Sarkozy droht ein heißer Herbst

Auch für den Aufsteiger des Jahres unter den europäischen Staats- und Regierungschefs, den neuen französischen Präsidenten Nicolas Sarkozy, wachsen die Bäume nicht in den Himmel.

So furios der Konservative nach seinem Wahlsieg über die Sozialistin Ségolène Royal in seine Amtszeit gestartet ist, so überraschend ist der erste kleine Rückschlag, den er am Wochenende bei der zweiten Runde der Parlamentswahlen einstecken musste. Zwar hat seine Partei, die konservative UMP, die absolute Mehrheit erreicht, gleichzeitig aber die angepeilte und in den Voraussagen prognostizierte Zwei-Drittel-Mehrheit deutlich verfehlt. Aus dem Rennen ist gar die Nummer zwei der Regierung, Umweltminister und Ex-Premier Alain Juppé, der seinen eigenen Wahlkreis in Bordeaux verlor und demissionieren muss.Des Wählers Warnschuss dürfte Sarkozy umso mehr schmerzen, als er zuvor die eherne Regel gebrochen hatte, dass der französische Präsident nicht in den Parlamentswahlkampf eingreift. Auf allen Kanälen hatte er öffentlich für ein breites Votum geworben, um seine ehrgeizigen Pläne zu verwirklichen. Doch die Franzosen, das steht nach diesem Wochenende fest, werden ihrem Präsidenten genau auf die Finger sehen. Offenbar sind Unsicherheit und Angst, vor allem über eine ins Gespräch gebrachte Mehrwertsteuererhöhung, mit der die Sozialversicherungen finanziert werden sollen, größer als angenommen. Sarkozy muss sich deshalb auf einen heißen Herbst einstellen, wenn er seine für weite Teile der Bevölkerung schmerzhaften Reformen umsetzt. Er wird große Überzeugungskünste aufbringen müssen, um den zu erwartenden Widerstand seiner streikwilligen Landsleute, die gerne mit Arbeitsniederlegungen und Kundgebungen die Grande Nation lahmlegen, zu brechen.

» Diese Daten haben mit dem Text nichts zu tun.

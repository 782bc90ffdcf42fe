import { spawn, type ChildProcess } from 'node:child_process';
import { once } from 'node:events';
import { Logger, addJobAdhoc } from 'graphile-worker';
import pg from 'pg';
import { afterAll, beforeAll, describe, expect, it } from 'vitest';
import type { SeededSite } from '../../seeds/plant/seeded';
import { ensureDays, writeFrames } from '../../src/server/queries/ingest-frames';
import { testDatabase, type TestDatabase } from '../support/database';
import { testFleet } from '../support/fleet';
import { until } from '../support/ingest';
import { ingestClient } from '../support/pipeline';
import { stand } from '../support/standing';

/**
 * A worker process is killed in the middle of jobs: stopped by a lock at a table that each writes, it has done half of
 * their work by then. Another worker does them again, and their effects are there once.
 */
const SITE = 'Weirside Clinic';
const OTHER = 'Slate Lane Library';
let db: TestDatabase;
let site: SeededSite;
let other: SeededSite;
let current: ChildProcess;
let ingest: pg.Client;
const children: ChildProcess[] = [];
const quiet = new Logger(() => () => undefined);

beforeAll(async () => {
  db = await testDatabase();
  const fleet = await testFleet(db, [SITE, OTHER]);
  site = fleet.site(SITE);
  other = fleet.site(OTHER);
  await db.owner.query(
    `update site set stage = 'operating', time_zone = 'UTC', longitude = 0, report_interval_s = 60`,
  );
  ingest = await ingestClient(db);
  current = await worker();
});
afterAll(async () => {
  children.forEach((c) => c.kill('SIGKILL'));
  await ingest.end();
  await db.drop();
});

async function worker(): Promise<ChildProcess> {
  const child = spawn(process.execPath, ['--import', 'tsx', 'tests/support/job-process.ts'], {
    env: { ...process.env, ...db.env, LOG_LEVEL: 'silent' },
    stdio: ['pipe', 'pipe', 'inherit'],
  });
  children.push(child);
  await once(child.stdout, 'data');
  return child;
}
const kill = async (child: ChildProcess): Promise<void> => {
  const gone = once(child, 'exit');
  child.kill('SIGKILL');
  await gone;
};
const count = async (sql: string, values: unknown[] = []): Promise<number> =>
  (await db.owner.query<{ n: number }>(`select count(*)::int as n from ${sql}`, values)).rows[0]?.n ?? 0;
const add = (task: string, payload: unknown, key: string): Promise<unknown> =>
  addJobAdhoc({ connectionString: db.url, logger: quiet }, task, payload, { jobKey: key, queueName: key });
const runs = (task: string, ended: boolean): Promise<number> =>
  count(`job_run where task = $1 and (ended_at is not null) = $2 and failed is null`, [task, ended]);

interface Job {
  task: string;
  payload: unknown;
  key: string;
  /** Where it is stopped: a table that it writes when half of its work is done. */
  at: string;
}

/** Kills the worker while it stands in the middle of these jobs, then lets another one do them. */
async function killedIn(jobs: readonly Job[], half: () => Promise<void>): Promise<void> {
  const lock = new pg.Client(db.url);
  await lock.connect();
  await lock.query('begin');
  for (const { at } of jobs) await lock.query(`lock table ${at} in access exclusive mode`);
  for (const job of jobs) await add(job.task, job.payload, job.key);
  const waiting = (): Promise<number> =>
    count(`pg_stat_activity where datname = current_database() and wait_event_type = 'Lock'`);
  await until(() => waiting().then((n) => n >= jobs.length), 'the jobs stand in their middle', 20_000);
  for (const { task } of jobs) expect([task, await runs(task, false)]).toEqual([task, 1]);
  await kill(current);
  await lock.query('rollback');
  await lock.end();
  await until(() => waiting().then((n) => n === 0), 'the dead worker is gone from the database');
  await half();
  current = await worker();
  for (const { task } of jobs)
    await until(() => runs(task, true).then((n) => n > 0), `${task} is done by another worker`, 30_000);
}

describe('a worker that is killed in the middle of its jobs', () => {
  it('sums up, and gives up old readings, as if nothing had happened', async () => {
    const from = new Date(Math.floor((Date.now() - 4 * 3_600_000) / 900_000) * 900_000);
    await ensureDays(ingest, from, new Date());
    const [plan] = site.plan.strings;
    const string = site.strings.get(plan!.name)!;
    const of = (x: number): number[] => plan!.slots.map(() => x);
    const frames = Array.from({ length: 60 }, (_, k) => ({
      stringId: string.id,
      siteId: site.id,
      at: from.getTime() / 1000 + 60 * k,
      voltage: of(3500),
      voltageIn: null,
      current: of(5000),
      power: null,
      temperature: of(300),
      signal: of(-70),
      via: of(1),
      state: of(1),
    }));
    await writeFrames(ingest, frames, new Date(0));
    await db.owner.query('delete from rollup_watermark');
    await db.owner.query('insert into rollup_watermark (quarter) values ($1)', [from]);
    const old = new Date(Date.now() - 120 * 86_400_000);
    await db.owner.query('select ensure_days($1::date, $1::date)', [old]);
    const partition = `string_frame_${old.toISOString().slice(0, 10).replaceAll('-', '')}`;
    const kept = (): Promise<number> =>
      count(`pg_class where relname like '%' || right($1, 8) and relname !~ 'quarter' and relkind = 'r'`, [
        partition,
      ]);
    const all = await kept();

    await killedIn(
      [
        { task: 'roll_up', payload: {}, key: 'roll_up', at: 'string_day' },
        { task: 'keep_days', payload: {}, key: 'keep_days', at: partition },
      ],
      async () => {
        // quarters may be there; until their days are, they count as not done
        const { rows } = await db.owner.query<{ quarter: Date }>('select quarter from rollup_watermark');
        expect(rows[0]?.quarter).toEqual(from);
        // all of a day or none of it: what the dead worker had asked for may yet be done by the database
        expect([0, all]).toContain(await kept());
      },
    );
    const { rows } = await db.owner.query<{ wh: number }>(
      'select sum(energy)::int as wh from string_day where string_id = $1',
      [string.id],
    );
    expect(rows[0]?.wh).toBe(plan!.slots.length * 35 * 5); // one hour
    expect(await kept()).toBe(0);
  });

  it('finds causes and judges a day: nothing half told, then each told once', async () => {
    await stand(db.owner, site, new Date(), (_, position) =>
      position === 2
        ? { state: 'shutdown', verdict: 'stuck', since: new Date(Date.now() - 3_600_000) }
        : null,
    );
    const day = new Date(Date.now() - 86_400_000).toISOString().slice(0, 10);
    const sweptBefore = await count('cause');
    expect(sweptBefore).toBe(0);
    await killedIn(
      [
        { task: 'causes', payload: { siteId: site.id }, key: `causes:${site.id}`, at: 'event' },
        {
          task: 'output_night',
          payload: { siteId: other.id, day },
          key: `night:${other.id}:${day}`,
          at: 'output_day',
        },
      ],
      async () => {
        expect(await count('cause')).toBe(0);
        expect(await count('output_day')).toBe(0);
        expect(await count('output_night where site_id = $1', [other.id])).toBe(0);
      },
    );
    const causes = await count('cause');
    expect(causes).toBeGreaterThan(0);
    expect(await count(`event where kind = 'cause_opened'`)).toBe(causes);
    const strings = await count('string where site_id = $1', [other.id]);
    expect(await count('output_night where site_id = $1 and day = $2', [other.id, day])).toBe(1);
    // nothing was reported that day: it can't be told, and that is said
    expect(
      await count(
        `output_day where site_id = $1 and outcome = 'cant_tell' and finding ->> 'words' like '%0 days with enough sun%'`,
        [other.id],
      ),
    ).toBe(strings);
  });
});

Der größte politische Gegner wird Sarkozy wenig Kopfzerbrechen bereiten. Obwohl den Sozialisten ein kleines Wunder geglückt ist, indem sie in letzter Sekunde Stimmen hinzugewannen und der Bedeutungslosigkeit entrannen, sind sie heillos zerstritten. Jüngster Beweis für die internen Flügel- und Grabenkämpfe ist die Trennung der Präsidentschaftskandidatin Royal von ihrem langjährigen Lebensgefährten François Hollande, den sie als Parteichef der Sozialisten ablösen möchte. Solange die Erben des großen François Mitterand sich selbst bekämpfen und kein politisches Programm entwickeln, an dem man sie ernsthaft messen kann, stellen sie für Nicolas Sarkozy keine Gefahr dar.